## TASK GOAL
In the data below, find every line with the word "distinct" and copy it.

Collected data

- Opening Delimiter -

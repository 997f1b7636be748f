"""Hold what was found on one distinct boat, and write it down so that it need not be found again.

Written is JSON under zlib: text that says nothing but data, since whoever can write into a cache
must not be able to run anything in here.
"""

from __future__ import annotations

import json
import zlib
from collections.abc import Mapping
from dataclasses import astuple, dataclass, field
from typing import Any

from checker.boat.aboard import Aboard
from checker.finding import Level, Measure, Outcome, Span, Verdict
from checker.network.ladder import Rung
from checker.reading.document import Fault
from checker.result.model import EnteredTable, SetUse
from checker.result.sheet import Step
from checker.result.sisters import Length, Lengths


@dataclass(frozen=True, slots=True)
class Studied:
    """Hold what was found on one distinct boat, or why it could not be built.

    `passes` is empty where nobody asked for the list; `passed` counts them all the same. `steps`
    and `content` are empty where nobody asked for the plan of its test.
    """

    news: tuple[Outcome, ...] = ()
    passes: tuple[Outcome, ...] = ()
    passed: int = 0
    thin: int = 0
    sets: tuple[SetUse, ...] = ()
    ladder: tuple[Rung, ...] = ()
    tightest: Mapping[str, Outcome] = field(default_factory=dict)
    lengths: Lengths = field(default_factory=Lengths)
    aboard: Aboard = field(default_factory=Aboard)
    steps: tuple[Step, ...] = ()
    content: str = ""
    faults: tuple[Fault, ...] = ()


@dataclass(frozen=True, slots=True)
class Written:
    """Hold a study as bytes: all but its passes, and its passes, which only reports need."""

    most: bytes
    passes: bytes


def written(studied: Studied) -> Written:
    """Return a study as bytes. One with faults is not to be kept, since its files must be mended first."""
    if studied.faults:
        raise ValueError("a boat that could not be built has no study")
    most = {
        "news": [_row(outcome) for outcome in studied.news],
        "passed": studied.passed,
        "thin": studied.thin,
        "sets": [astuple(use) for use in studied.sets],
        "ladder": [astuple(rung) for rung in studied.ladder],
        "tightest": {device: _row(outcome) for device, outcome in studied.tightest.items()},
        "lengths_m": dict(studied.lengths.all_m),
        "own_lengths": [astuple(length) for length in studied.lengths.own],
        "aboard": dict(studied.aboard.lines),
        "in_feet": sorted(studied.aboard.in_feet),
        "steps": studied.steps,
        "content": studied.content,
    }
    return Written(_packed(most), _packed([_row(outcome) for outcome in studied.passes]))


def read_study(one: Written, *, lists_passes: bool) -> Studied:
    """Return the study that was written.

    Raises:
        ValueError: If the bytes are no such study.
    """
    try:
        most = json.loads(zlib.decompress(one.most))
        passes = json.loads(zlib.decompress(one.passes)) if lists_passes else []
        return Studied(
            news=tuple(_outcome(row) for row in most["news"]),
            passes=tuple(_outcome(row) for row in passes),
            passed=most["passed"],
            thin=most["thin"],
            sets=tuple(_set_use(row) for row in most["sets"]),
            ladder=tuple(_rung(row) for row in most["ladder"]),
            tightest={device: _outcome(row) for device, row in most["tightest"].items()},
            lengths=Lengths(
                most["lengths_m"],
                tuple(
                    Length(conductor, circuit, length_m, Span(*at))
                    for conductor, circuit, length_m, at in most["own_lengths"]
                ),
            ),
            aboard=Aboard(most["aboard"], frozenset(most["in_feet"])),
            steps=tuple(Step(*row) for row in most["steps"]),
            content=most["content"],
        )
    except (zlib.error, KeyError, TypeError, IndexError) as error:
        raise ValueError("no study") from error


def _packed(data: Any) -> bytes:
    # JSON writes each figure with all the digits that tell it from its neighbours: it comes back the same.
    return zlib.compress(json.dumps(data, separators=(",", ":")).encode(), 1)


def _row(outcome: Outcome) -> list[Any]:
    return [outcome.verdict.value, outcome.check, outcome.level.value, *outcome[3:]]


def _outcome(row: list[Any]) -> Outcome:
    (
        verdict, check, level, part, at, limit_set, circuit, measure, fault, remedy, state, path, missing, note,
        inputs, also_at, is_thin, house, rests_on,
    ) = row  # fmt: skip
    return Outcome(
        Verdict(verdict), check, Level(level), part, Span(*at), limit_set, circuit,
        None if measure is None else Measure(*measure), fault, remedy, state, tuple(path), missing, note,
        tuple((name, value) for name, value in inputs), tuple(Span(*place) for place in also_at), is_thin,
        tuple(house), rests_on,
    )  # fmt: skip


def _set_use(row: list[Any]) -> SetUse:
    name, title, why, from_memory, caution, entered, not_entered = row
    return SetUse(
        name, title, why, from_memory, caution, tuple(EnteredTable(*table) for table in entered), tuple(not_entered)
    )


def _rung(row: list[Any]) -> Rung:
    values: list[Any] = [tuple(value) if isinstance(value, list) else value for value in row]
    return Rung(*values)
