"""Decide whether a hull may be handed over: ready only if all that could speak against it is empty or accepted."""

from __future__ import annotations

from dataclasses import dataclass

from checker.finding import Level, Outcome, Verdict
from checker.result.cards import CLASS_REVISION, SIGNED_CONTENT
from checker.result.measured_cards import MEASURED_CARDS, MISSING, OLD_SHEET
from checker.result.model import FleetResult, Handover, SubjectResult
from checker.result.sheet import Step

_OF_THE_TEST = frozenset(card.id for card in MEASURED_CARDS)


@dataclass(frozen=True, slots=True)
class Gate:
    """Hold what speaks against the hand-over of one hull, each kind by itself, and what was accepted."""

    subject: SubjectResult
    handover: Handover
    errors: tuple[Outcome, ...]
    not_assessed: tuple[Outcome, ...]
    failed: tuple[Outcome, ...]
    missing: tuple[Step, ...]
    changed: tuple[Outcome, ...]
    behind: tuple[Outcome, ...]
    files: tuple[Outcome, ...]
    accepted: tuple[Outcome, ...]
    others: tuple[Outcome, ...]

    @property
    def is_ready(self) -> bool:
        """Tell whether nothing speaks against the hand-over."""
        return self.is_ready_but_for_signature and not self.changed

    @property
    def is_ready_but_for_signature(self) -> bool:
        """Tell whether it may be signed, for the first time or again."""
        return not any((self.errors, self.not_assessed, self.failed, self.missing, self.behind, self.files))


def gate(result: FleetResult, hull: str) -> Gate | None:
    """Return the gate of a hull, or None where it was not studied or its test was not planned."""
    subject = next((s for s in result.subjects if s.is_hull and s.id == hull), None)
    if subject is None or subject.handover is None:
        return None
    open_ones = [o for o in subject.news if o.verdict is Verdict.FINDING]
    accepted = tuple(o for o in subject.news if o.verdict is Verdict.ACCEPTED)
    apart = {SIGNED_CONTENT.id, CLASS_REVISION.id} | _OF_THE_TEST
    is_waived = any(o.check == MISSING.id for o in accepted)
    missing = () if is_waived else _missing(subject.handover)
    return Gate(
        subject=subject,
        handover=subject.handover,
        errors=tuple(o for o in open_ones if o.level is Level.ERROR and o.check not in apart),
        not_assessed=tuple(o for o in subject.news if o.verdict is Verdict.NOT_ASSESSED),
        failed=(*_old_sheet(subject.handover),
                *(o for o in open_ones if o.check in _OF_THE_TEST and o.check != MISSING.id)),
        missing=missing,
        changed=tuple(o for o in open_ones if o.check == SIGNED_CONTENT.id),
        behind=tuple(o for o in open_ones if o.check == CLASS_REVISION.id and o.level is Level.ERROR),
        files=result.file_outcomes,
        accepted=accepted,
        others=tuple(
            o for o in open_ones
            if (o.level is not Level.ERROR and o.check not in apart)
            or (o.check == CLASS_REVISION.id and o.level is not Level.ERROR)
        ),
    )  # fmt: skip


def _old_sheet(handover: Handover) -> tuple[Outcome, ...]:
    """Return that the sheet was printed for other wiring, if it was."""
    outcomes = () if handover.judged is None else handover.judged.outcomes
    return tuple(o for o in outcomes if o.check == OLD_SHEET.id and o.verdict is Verdict.FINDING)


def _missing(handover: Handover) -> tuple[Step, ...]:
    return handover.steps if handover.judged is None else handover.judged.missing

- Closing Delimiter -

## ANSWER SECTION
"""Hold what was found on one distinct boat, and write it down so that it need not be found again.
    """Hold what was found on one distinct boat, or why it could not be built.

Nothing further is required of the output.